I grabbed a few random messages from the bugs list last night. Most interesting
was that some had no X-Spam-Status headers at all - does this mean they slipped
through the spam filtering entirely? Here's one of them:

===
Return-Path: <owner-pgsql-bugs-postgresql(dot)org(at)postgresql(dot)org>
Delivered-To: pgsql-bugs-postgresql(dot)org(at)postgresql(dot)org
Received: from localhost (unknown [200.46.204.183])

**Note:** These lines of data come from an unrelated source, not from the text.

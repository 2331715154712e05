/**
 * Excel's side of custom functions, as documented: it knows them by the metadata that we ship, hands over every
 * declared argument, null where it was left out, a matrix as rows and a blank cell in it as 0; errors as objects of
 * its own; where the ranges stand and a way to cancel only where the metadata asks for them.
 */
import type { Caller } from '../../functions/caller';
import { catalogue } from '../../functions/catalogue';
import {
  asRange,
  CellError,
  isRange,
  type CellRange,
  type CellResult,
  type CellValue,
} from '../../functions/cell';
import type { CellFunction } from '../../functions/define';
import { functionsMetadata, type FunctionMetadata } from '../../functions/metadata';
import { associateAll } from '../../functions/runtime';

/** Excel refuses words beside other codes than these two. */
const speaking = ['#VALUE!', '#N/A'];
const codes = [...speaking, '#DIV/0!', '#NUM!', '#NULL!', '#NAME?', '#REF!'];

export class ExcelError {
  constructor(
    readonly code: string,
    readonly message?: string,
  ) {
    if (!codes.includes(code)) throw new Error(`unknown code ${code}`);
    if (message !== undefined && !speaking.includes(code)) throw new Error(`${code} carries no words`);
  }
}

export type Arguments = readonly (CellResult | undefined)[];

export interface ExcelSide {
  /** As a cell calls: the rows it shows, in time. */
  call(f: CellFunction, args: Arguments): { readonly shown: Promise<unknown[][]>; cancel(): void };
}

interface Setting {
  readonly caller?: Caller;
  /** Waited for before a look into the sheet is answered. */
  readonly beforeLook?: () => Promise<void>;
}

export function excelSide({ caller, beforeLook = async () => undefined }: Setting = {}): ExcelSide {
  const metadata = new Map(functionsMetadata(catalogue).functions.map((one) => [one.id, one]));
  const handlers = new Map<string, (...args: unknown[]) => unknown>();
  const sheet = new Map<string, CellRange>();
  const CustomFunctions = {
    Error: ExcelError,
    associate(id: string, handler: (...args: unknown[]) => unknown) {
      if (!metadata.has(id) || handlers.has(id)) throw new Error(`${id} is unknown, or associated twice`);
      handlers.set(id, handler);
    },
  };
  const blanksIn = async (address: string): Promise<boolean[][]> => {
    await beforeLook();
    return sheet.get(address)!.map((row) => row.map((cell) => cell === null));
  };
  associateAll({ CustomFunctions }, { blanksIn, ...(caller ? { caller } : {}) });

  function addressOf(argument: CellResult | undefined): string | null {
    if (!isRange(argument ?? null)) return null;
    const address = `Sheet1!A${sheet.size + 1}`;
    sheet.set(address, argument as CellRange);
    return address;
  }

  return {
    call(f, args) {
      const { parameters, options, result } = metadata.get(f.name)!;
      const given = parameters.map(({ dimensionality }, place) => handedOver(args[place], dimensionality));
      let canceled = (): void => undefined;
      const invocation = {
        functionName: f.name,
        ...(options?.requiresParameterAddresses
          ? { parameterAddresses: parameters.map((_, place) => addressOf(args[place])) }
          : {}),
        set onCanceled(handler: () => void) {
          if (!options?.cancelable) throw new Error(`${f.name} is never cancelled`);
          canceled = handler;
        },
      };
      return {
        shown: shownBy(() => handlers.get(f.name)!(...given, invocation), result),
        cancel: () => canceled(),
      };
    },
  };
}

function handedOver(argument: CellResult | undefined, dimensionality: 'scalar' | 'matrix'): unknown {
  const rows = asRange(argument);
  if (rows === undefined) return null;
  const handed = rows.map((row) =>
    row.map((cell) => (cell === null ? 0 : cell instanceof CellError ? new ExcelError(cell.code) : cell)),
  );
  return dimensionality === 'matrix' || handed.length > 1 ? handed : handed[0][0];
}

async function shownBy(call: () => unknown, result: FunctionMetadata['result']): Promise<unknown[][]> {
  try {
    return requireRows(await call(), result);
  } catch (error) {
    if (error instanceof ExcelError) return [[error]]; // anything else that is thrown loses its words
    throw error;
  }
}

/** What a cell would not show is no answer: another shape than was declared, ragged rows, NaN. */
function requireRows(answer: unknown, { dimensionality }: FunctionMetadata['result']): unknown[][] {
  if (Array.isArray(answer) !== (dimensionality === 'matrix')) throw new Error(`not a ${dimensionality}`);
  const rows = Array.isArray(answer) ? (answer as unknown[][]) : [[answer]];
  const width = rows[0]?.length ?? 0;
  if (width === 0 || rows.some((row) => row.length !== width))
    throw new Error('rows of different lengths, or none');
  const strange = rows.flat().find((cell) => !isShown(cell));
  if (strange !== undefined) throw new Error(`no cell shows ${String(strange)}`);
  return rows;
}

const isShown = (cell: unknown): boolean =>
  typeof cell === 'number'
    ? Number.isFinite(cell) && !Object.is(cell, -0)
    : typeof cell === 'string' || typeof cell === 'boolean' || cell instanceof ExcelError;

/** What Excel should then show for a result of ours. */
export const asShownByExcel = (result: CellResult): unknown[][] =>
  (isRange(result) ? result : [[result]]).map((row) => row.map(asExcelCell));

function asExcelCell(cell: CellValue): unknown {
  if (!(cell instanceof CellError)) return cell ?? '';
  if (!codes.includes(cell.code)) return new ExcelError('#VALUE!', `an input shows ${cell.code}`);
  return speaking.includes(cell.code) && cell.message
    ? new ExcelError(cell.code, cell.message)
    : new ExcelError(cell.code);
}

by postgresql.org (Postfix) with ESMTP id C3148650275
for <pgsql-bugs-postgresql(dot)org(at)postgresql(dot)org>; Wed, 16 Jul 2008 15:40:45 -0300 (ADT)
Received: from postgresql.org ([200.46.204.86])

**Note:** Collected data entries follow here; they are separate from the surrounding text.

/**
 * Excel's side of a custom function, as documented: every declared argument is handed over, null where it was left
 * out; a blank cell inside a range as 0; errors as objects of its own; the place of each range beside them.
 */
import { CellError, isRange, type CellResult, type CellValue } from '../../functions/cell';
import type { CellFunction } from '../../functions/define';
import { excelHandler, type Backing, type CustomFunctionsHost } from '../../functions/runtime';

/** Excel refuses words beside other codes than these two. */
const speaking = ['#VALUE!', '#N/A'];
const codes = [...speaking, '#DIV/0!', '#NUM!', '#NULL!', '#NAME?', '#REF!'];

class ExcelError {
  constructor(
    readonly code: string,
    readonly message?: string,
  ) {
    if (!codes.includes(code)) throw new Error(`unknown code ${code}`);
    if (message !== undefined && !speaking.includes(code)) throw new Error(`${code} carries no words`);
  }
}

const host: CustomFunctionsHost = { associate: () => undefined, Error: ExcelError };

const handedOver = (cell: CellValue): unknown =>
  cell === null ? 0 : cell instanceof CellError ? new ExcelError(cell.code) : cell;

/** Calls a function as Excel would, each range standing somewhere in a sheet that can be looked at. */
export async function throughExcel(
  f: CellFunction,
  args: readonly (CellResult | undefined)[],
): Promise<unknown> {
  const names = Object.keys(f.parameters);
  const sheet = new Map<string, CellResult | undefined>(
    args.map((argument, place) => [`Sheet1!A${place + 1}`, argument] as const),
  );
  const given = names.map((_, place) => {
    const argument = args[place];
    if (argument === undefined || argument === null) return null;
    return isRange(argument) ? argument.map((row) => row.map(handedOver)) : argument;
  });
  const invocation = {
    parameterAddresses: names.map((_, place) =>
      isRange(args[place] ?? null) ? `Sheet1!A${place + 1}` : null,
    ),
  };
  const backing: Backing = {
    blanksIn: async (address) => {
      const range = sheet.get(address);
      return isRange(range ?? null)
        ? (range as CellValue[][]).map((row) => row.map((cell) => cell === null))
        : [];
    },
  };
  try {
    return await excelHandler(f, host, backing)(...given, invocation);
  } catch (error) {
    return error;
  }
}

/** What Excel should then show for a result of ours. */
export function asShownByExcel(result: CellResult): unknown {
  if (isRange(result)) return result.map((row) => row.map(asExcelCell));
  return asExcelCell(result);
}

function asExcelCell(cell: CellValue): unknown {
  if (!(cell instanceof CellError)) return cell ?? '';
  if (!codes.includes(cell.code)) return new ExcelError('#VALUE!', `an input shows ${cell.code}`);
  return speaking.includes(cell.code) && cell.message
    ? new ExcelError(cell.code, cell.message)
    : new ExcelError(cell.code);
}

by localhost (mx1.hub.org [200.46.204.183]) (amavisd-maia, port 10024)
with ESMTP id 48600-04-3 for <pgsql-bugs-postgresql(dot)org(at)postgresql(dot)org>;
Wed, 16 Jul 2008 15:40:43 -0300 (ADT)
X-Greylist: from auto-whitelisted by SQLgrey-1.7.6
Received: from wwwmaster.postgresql.org (wwwmaster.postgresql.org [217.196.146.204])
by postgresql.org (Postfix) with ESMTP id AB1D565026D
for <pgsql-bugs(at)postgresql(dot)org>; Wed, 16 Jul 2008 15:40:44 -0300 (ADT)
Received: from wwwmaster.postgresql.org (wwwmaster.postgresql.org [217.196.146.204])
by wwwmaster.postgresql.org (8.13.8/8.13.8) with ESMTP id m6GIehuA007983
for <pgsql-bugs(at)postgresql(dot)org>; Wed, 16 Jul 2008 18:40:43 GMT
(envelope-from www(at)wwwmaster(dot)postgresql(dot)org)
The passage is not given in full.